___ Data to use

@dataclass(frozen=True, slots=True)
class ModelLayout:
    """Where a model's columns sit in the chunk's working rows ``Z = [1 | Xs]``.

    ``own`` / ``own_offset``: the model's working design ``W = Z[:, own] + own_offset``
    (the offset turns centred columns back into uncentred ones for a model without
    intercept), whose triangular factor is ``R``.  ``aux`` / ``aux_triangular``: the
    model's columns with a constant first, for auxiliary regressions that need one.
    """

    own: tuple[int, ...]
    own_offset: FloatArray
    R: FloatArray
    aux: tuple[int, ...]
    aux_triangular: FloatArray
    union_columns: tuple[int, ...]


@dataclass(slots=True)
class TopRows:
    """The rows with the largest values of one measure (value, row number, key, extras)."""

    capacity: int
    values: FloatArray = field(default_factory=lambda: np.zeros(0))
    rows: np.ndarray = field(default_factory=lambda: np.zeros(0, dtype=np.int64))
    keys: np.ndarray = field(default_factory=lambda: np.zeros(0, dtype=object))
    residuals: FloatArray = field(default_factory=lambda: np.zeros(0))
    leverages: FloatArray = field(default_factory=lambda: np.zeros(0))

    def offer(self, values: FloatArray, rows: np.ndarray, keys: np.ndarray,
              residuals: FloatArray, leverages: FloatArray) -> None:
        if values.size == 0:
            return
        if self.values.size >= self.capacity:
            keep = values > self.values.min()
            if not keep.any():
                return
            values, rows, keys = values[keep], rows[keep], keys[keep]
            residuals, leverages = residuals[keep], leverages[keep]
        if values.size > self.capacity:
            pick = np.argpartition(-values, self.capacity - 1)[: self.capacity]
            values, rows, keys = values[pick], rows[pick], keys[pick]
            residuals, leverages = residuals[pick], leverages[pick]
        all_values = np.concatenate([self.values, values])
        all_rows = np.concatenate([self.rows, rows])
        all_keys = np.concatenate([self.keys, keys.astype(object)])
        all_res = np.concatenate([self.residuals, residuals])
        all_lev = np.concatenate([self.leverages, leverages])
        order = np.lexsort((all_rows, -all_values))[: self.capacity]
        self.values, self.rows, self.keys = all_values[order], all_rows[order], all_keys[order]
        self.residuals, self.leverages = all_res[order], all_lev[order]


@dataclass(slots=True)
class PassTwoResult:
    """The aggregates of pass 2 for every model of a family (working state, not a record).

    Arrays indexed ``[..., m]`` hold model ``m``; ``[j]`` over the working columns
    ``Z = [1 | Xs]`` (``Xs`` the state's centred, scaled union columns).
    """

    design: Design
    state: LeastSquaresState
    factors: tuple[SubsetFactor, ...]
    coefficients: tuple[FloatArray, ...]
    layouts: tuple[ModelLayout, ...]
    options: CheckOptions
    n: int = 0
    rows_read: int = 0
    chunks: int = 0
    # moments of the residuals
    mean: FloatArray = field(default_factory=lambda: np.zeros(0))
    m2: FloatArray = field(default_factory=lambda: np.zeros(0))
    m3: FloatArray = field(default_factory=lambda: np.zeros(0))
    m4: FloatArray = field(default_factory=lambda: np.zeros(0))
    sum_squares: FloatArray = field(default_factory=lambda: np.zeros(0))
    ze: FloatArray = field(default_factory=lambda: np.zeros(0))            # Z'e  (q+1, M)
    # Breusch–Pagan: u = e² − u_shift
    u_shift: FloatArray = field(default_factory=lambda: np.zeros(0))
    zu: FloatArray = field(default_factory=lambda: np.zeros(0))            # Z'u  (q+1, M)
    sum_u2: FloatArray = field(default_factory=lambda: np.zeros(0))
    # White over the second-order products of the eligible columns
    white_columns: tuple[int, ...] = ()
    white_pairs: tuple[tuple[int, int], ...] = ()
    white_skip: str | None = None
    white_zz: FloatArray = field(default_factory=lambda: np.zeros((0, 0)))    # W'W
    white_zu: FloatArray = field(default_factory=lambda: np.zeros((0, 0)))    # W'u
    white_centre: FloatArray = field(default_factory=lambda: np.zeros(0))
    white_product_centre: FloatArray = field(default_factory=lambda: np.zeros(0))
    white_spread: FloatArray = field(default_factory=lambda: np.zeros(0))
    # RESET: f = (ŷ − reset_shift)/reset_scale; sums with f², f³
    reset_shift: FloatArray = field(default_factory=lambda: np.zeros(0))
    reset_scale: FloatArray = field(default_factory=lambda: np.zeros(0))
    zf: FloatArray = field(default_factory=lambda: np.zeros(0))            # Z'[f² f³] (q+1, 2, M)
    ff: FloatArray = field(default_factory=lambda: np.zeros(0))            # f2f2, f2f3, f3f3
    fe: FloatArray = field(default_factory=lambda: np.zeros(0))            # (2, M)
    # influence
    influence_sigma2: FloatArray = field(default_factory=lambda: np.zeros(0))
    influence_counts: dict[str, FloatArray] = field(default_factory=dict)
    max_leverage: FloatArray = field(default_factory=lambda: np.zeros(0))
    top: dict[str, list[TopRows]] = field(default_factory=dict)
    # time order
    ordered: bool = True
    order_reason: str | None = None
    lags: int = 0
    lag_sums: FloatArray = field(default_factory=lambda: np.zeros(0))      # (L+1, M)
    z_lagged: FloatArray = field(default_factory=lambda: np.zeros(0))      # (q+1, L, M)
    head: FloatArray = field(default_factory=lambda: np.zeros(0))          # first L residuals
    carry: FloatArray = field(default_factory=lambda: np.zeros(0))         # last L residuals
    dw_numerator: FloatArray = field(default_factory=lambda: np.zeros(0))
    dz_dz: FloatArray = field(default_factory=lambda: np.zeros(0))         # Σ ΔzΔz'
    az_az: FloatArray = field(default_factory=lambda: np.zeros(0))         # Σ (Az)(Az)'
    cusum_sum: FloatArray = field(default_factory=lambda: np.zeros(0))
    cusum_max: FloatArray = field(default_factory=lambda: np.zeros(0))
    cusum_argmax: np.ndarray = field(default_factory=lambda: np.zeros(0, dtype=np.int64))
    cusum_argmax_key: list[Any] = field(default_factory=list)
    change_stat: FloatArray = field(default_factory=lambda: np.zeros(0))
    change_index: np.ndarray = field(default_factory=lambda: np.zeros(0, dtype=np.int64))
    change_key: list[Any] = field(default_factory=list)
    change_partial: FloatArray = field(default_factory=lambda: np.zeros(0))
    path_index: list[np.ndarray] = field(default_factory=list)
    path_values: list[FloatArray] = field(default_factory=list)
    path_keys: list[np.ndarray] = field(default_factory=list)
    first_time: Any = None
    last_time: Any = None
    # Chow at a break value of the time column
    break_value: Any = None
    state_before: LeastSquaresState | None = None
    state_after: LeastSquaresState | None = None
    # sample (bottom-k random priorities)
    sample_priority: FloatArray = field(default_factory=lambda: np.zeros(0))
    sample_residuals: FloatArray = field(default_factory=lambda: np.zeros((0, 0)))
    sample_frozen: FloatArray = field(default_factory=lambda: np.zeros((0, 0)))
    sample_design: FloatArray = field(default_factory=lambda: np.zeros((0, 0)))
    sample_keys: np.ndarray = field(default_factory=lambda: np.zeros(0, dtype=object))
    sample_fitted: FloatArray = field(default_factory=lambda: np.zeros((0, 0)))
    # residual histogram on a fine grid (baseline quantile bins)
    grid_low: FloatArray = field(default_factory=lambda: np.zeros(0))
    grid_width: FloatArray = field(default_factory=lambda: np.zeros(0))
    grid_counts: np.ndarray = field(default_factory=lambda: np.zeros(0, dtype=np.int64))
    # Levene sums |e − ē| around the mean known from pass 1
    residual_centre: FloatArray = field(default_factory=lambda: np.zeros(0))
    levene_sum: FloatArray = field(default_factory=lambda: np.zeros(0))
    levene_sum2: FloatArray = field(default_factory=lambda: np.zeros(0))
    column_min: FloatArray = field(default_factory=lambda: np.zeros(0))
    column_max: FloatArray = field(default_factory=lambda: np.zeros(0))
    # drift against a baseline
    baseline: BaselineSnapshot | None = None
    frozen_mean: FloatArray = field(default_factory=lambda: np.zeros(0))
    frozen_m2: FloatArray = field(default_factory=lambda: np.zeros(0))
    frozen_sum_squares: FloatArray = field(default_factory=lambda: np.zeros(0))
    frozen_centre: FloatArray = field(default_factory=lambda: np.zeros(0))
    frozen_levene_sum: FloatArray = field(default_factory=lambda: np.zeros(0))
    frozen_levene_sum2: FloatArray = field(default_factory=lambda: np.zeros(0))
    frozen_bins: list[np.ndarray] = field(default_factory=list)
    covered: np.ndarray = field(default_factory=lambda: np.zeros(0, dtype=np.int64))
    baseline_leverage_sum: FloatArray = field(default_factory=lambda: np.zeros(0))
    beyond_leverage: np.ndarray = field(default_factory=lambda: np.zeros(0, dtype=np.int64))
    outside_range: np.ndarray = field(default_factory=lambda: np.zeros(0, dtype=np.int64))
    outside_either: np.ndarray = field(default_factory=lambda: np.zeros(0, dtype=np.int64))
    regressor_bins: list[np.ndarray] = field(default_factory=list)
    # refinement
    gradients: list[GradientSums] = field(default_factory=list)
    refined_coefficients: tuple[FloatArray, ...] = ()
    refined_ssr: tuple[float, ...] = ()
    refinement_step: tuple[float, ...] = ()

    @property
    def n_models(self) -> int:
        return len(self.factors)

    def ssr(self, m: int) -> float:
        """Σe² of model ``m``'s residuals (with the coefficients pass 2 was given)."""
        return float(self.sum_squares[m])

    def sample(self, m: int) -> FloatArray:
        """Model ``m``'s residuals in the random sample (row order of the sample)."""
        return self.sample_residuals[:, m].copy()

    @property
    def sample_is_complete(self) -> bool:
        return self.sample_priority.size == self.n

______

=== Activity ===
Restate word for word only the lines running from the beginning of the data to the line holding "values: FloatArray = field(default_factory=lambda: np.zeros(0))", both included.

=== Task solution ===
@dataclass(frozen=True, slots=True)
class ModelLayout:
    """Where a model's columns sit in the chunk's working rows ``Z = [1 | Xs]``.

    ``own`` / ``own_offset``: the model's working design ``W = Z[:, own] + own_offset``
    (the offset turns centred columns back into uncentred ones for a model without
    intercept), whose triangular factor is ``R``.  ``aux`` / ``aux_triangular``: the
    model's columns with a constant first, for auxiliary regressions that need one.
    """

    own: tuple[int, ...]
    own_offset: FloatArray
    R: FloatArray
    aux: tuple[int, ...]
    aux_triangular: FloatArray
    union_columns: tuple[int, ...]


@dataclass(slots=True)
class TopRows:
    """The rows with the largest values of one measure (value, row number, key, extras)."""

    capacity: int
    values: FloatArray = field(default_factory=lambda: np.zeros(0))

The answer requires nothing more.